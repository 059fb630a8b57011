/**
 * Types of the bill audit (src/audit). The audit runs after pricing: it receives every bill
 * already re-priced by the tariff engine and already reconciled against interval data, and
 * returns findings. Nothing here reads files or the clock.
 *
 * Severity rule, used by every check:
 *   - `error`   money or data plainly wrong (a total that the tariff cannot produce, a bill paid
 *               twice, demand higher than the meter ever saw beyond tolerance, a multiplier error);
 *   - `warning` likely wrong, needs a look (a gap in billing, usage off the meter, a streak of
 *               estimates, usage far from the same month last year, an unexplained printed line);
 *   - `info`    worth knowing (a single estimated read, a bill that could not be fully
 *               recomputed, a period with too little interval data to compare).
 */
import type { Bill, Meter, Portfolio, Tolerances } from "../domain/types.ts";
import type { ComputedBill } from "../tariff/index.ts";

/** Stable check codes, as listed in the outputs contract. */
export const CHECK_CODES = [
  "total-mismatch",
  "line-mismatch",
  "unexplained-line",
  "usage-vs-meter",
  "demand-vs-meter",
  "period-gap",
  "period-overlap",
  "duplicate-bill",
  "estimated-read",
  "usage-outlier",
  "multiplier-suspect",
  "missing-bill",
  "rate-suspect",
] as const;

export type CheckCode = (typeof CHECK_CODES)[number];

export type Severity = "error" | "warning" | "info";

/** Larger = more serious; used for sorting and `--fail-on`. */
export const SEVERITY_RANK: Record<Severity, number> = { error: 2, warning: 1, info: 0 };

export interface EvidenceRow {
  label: string;
  billed: string | number | null;
  expected: string | number | null;
  difference?: string | number | null;
}

export interface Evidence {
  rows: EvidenceRow[];
  notes: string[];
}

/**
 * A bill as it should have been: the figure a claim rests on. Checks that put money on a finding
 * attach one per bill they speak for, so the finding's amount, the bills table and the dispute
 * list all read the same corrected total (amountAtStake = Σ billedTotal − correctedTotal).
 */
export interface CorrectedBill {
  /** The bill corrected; null for a period no bill covers (a gap). */
  billId: string | null;
  periodStart: string;
  periodEnd: string;
  /** What the bill says (0 for a gap). */
  billedTotal: number;
  /** What it should have been, to the cent. */
  correctedTotal: number;
  /** The re-priced bill behind `correctedTotal`; null when no pricing is involved (a duplicate: 0). */
  corrected: ComputedBill | null;
  /** Usage and demand the corrected bill was priced on (bill unit, kW); null when not priced. */
  usage: number | null;
  demandKw: number | null;
  /** Plain words: what the corrected bill was priced on. */
  correctedOn: string;
  /** Low and high corrected totals when `correctedTotal` is an estimate from a usage band. */
  range?: { low: number; high: number };
}

export interface Finding {
  buildingId: string;
  meterId: string;
  billId: string | null;
  periodStart: string | null;
  periodEnd: string | null;
  check: CheckCode;
  severity: Severity;
  /** Currency; positive = the bill looks too high, negative = too low; null = not money. */
  amountAtStake: number | null;
  /** Plain-language title for the page. */
  title: string;
  /** One sentence with the numbers. */
  message: string;
  evidence: Evidence;
  /**
   * Other bills this finding speaks for (a streak of estimates, a run of multiplier errors,
   * the two bills on either side of a gap). Used to stop one cause cascading into more findings.
   */
  relatedBillIds?: string[];
  /** The corrected bills behind `amountAtStake` (absent when the finding is not about money). */
  corrections?: CorrectedBill[];
  /** Check codes of the findings this one absorbed as their root cause (see dedupe.ts). */
  absorbedChecks?: CheckCode[];
}

/**
 * A bill's period reconciled against the meter's interval data.
 * `usage` has the meter multiplier applied and is in the bill's unit.
 */
export interface MeteredPeriod {
  usage: number;
  /** Highest rolling-window average demand in the period, kW; null when not electricity or no full window. */
  peakKw: number | null;
  /** Share (0–1) of the expected intervals that are present. */
  coverage: number;
  /** Intervals present with a finite value. */
  intervals: number;
  /** Intervals the half-open local period holds under the zone's rules (DST-aware). */
  expectedIntervals: number;
  /** Rolling window used for `peakKw`, minutes (absent = the audit's demandWindowMinutes). */
  peakWindowMinutes?: number;
  /**
   * Readings in the period that the data-quality stage flagged. They are left out of `usage`,
   * `peakKw`, `intervals` and `coverage` (counted as missing), so no comparison rests on them.
   */
  flaggedIntervals?: number;
  /** The same period on every reading as read, flagged ones included; present when readings were flagged. */
  raw?: { usage: number; peakKw: number | null; coverage: number; intervals: number };
}

/** Portfolio tolerances plus the audit's own knobs (all stated on the methods page). */
export interface AuditTolerances extends Tolerances {
  /** Below this interval coverage (0–1) metered comparisons are not made. Default 0.9. */
  minCoverage: number;
  /** Consecutive estimated reads that make a streak (warning). Default 2. */
  estimateStreakMin: number;
  /** Severity of a lone estimated read (not part of a streak). Default info: estimates are routine. */
  loneEstimateSeverity: "info" | "warning";
  /** Interim outlier rule: flag use/day beyond this ratio (or its inverse) of the same month a year earlier. Default 2. */
  outlierRatio: number;
  /** Rolling window for metered peak demand, minutes. Default 15. */
  demandWindowMinutes: number;
  /**
   * Interval data with no bill for longer than this many days after a meter's last bill (up to
   * as_of, default the portfolio's last bill end) is a missing bill. Null (default) = 75 % of the
   * meter's median billing period, i.e. most of a billing cycle has passed without a bill.
   */
  trailingMissingDays: number | null;
}

/** What the audit may ask the tariff engine to price instead of the bill as billed. */
export type RepriceAlternative =
  /** Same tariff, corrected quantities (metered usage and/or demand). */
  | { kind: "quantities"; usage: number; demandKw: number | null }
  /** Another tariff, or one dated version of a tariff applied to the whole period (`versionFrom`). */
  | { kind: "rate"; tariffId: string; versionFrom: string | null; label: string };

export type RepriceFn = (bill: Bill, alternative: RepriceAlternative) => ComputedBill | null;

export interface AuditInput {
  portfolio: Portfolio;
  /** Computed bill per bill id; null = could not be priced (tariff missing or unpriceable). */
  priced: Map<string, ComputedBill | null>;
  /** Metered reconciliation per bill id; null or absent = no interval data for the meter. */
  metered: Map<string, MeteredPeriod | null>;
  /** Overrides on top of portfolio.settings.tolerances and the audit defaults. */
  tolerances?: Partial<AuditTolerances>;
  /** Re-pricing hook (the tariff engine, wired in by the caller). Without it money at stake for meter checks is null. */
  reprice?: RepriceFn;
  /** Alternatives tried by rate-suspect; default: every other tariff id in the portfolio, all versions. */
  rateAlternatives?: (bill: Bill, meter: Meter) => Extract<RepriceAlternative, { kind: "rate" }>[];
  /** Expected usage per bill id from a baseline model (bill unit); replaces the interim outlier rule. */
  expectedUsage?: Map<string, { p50: number; low: number; high: number }>;
  /**
   * Expected usage of a meter over any period (bill unit) with a band and the basis in words,
   * used to price a period nobody billed. Null = no model for the meter (the gap checks then
   * fall back to the neighbouring bills' use per day).
   */
  expectedUsageForPeriod?: (meterId: string, periodStart: string, periodEnd: string) => { p50: number; low: number; high: number; basis: string } | null;
}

Brief:
A bare number is all that is asked for: the count of lines above that include "against".

Finished exercise:
2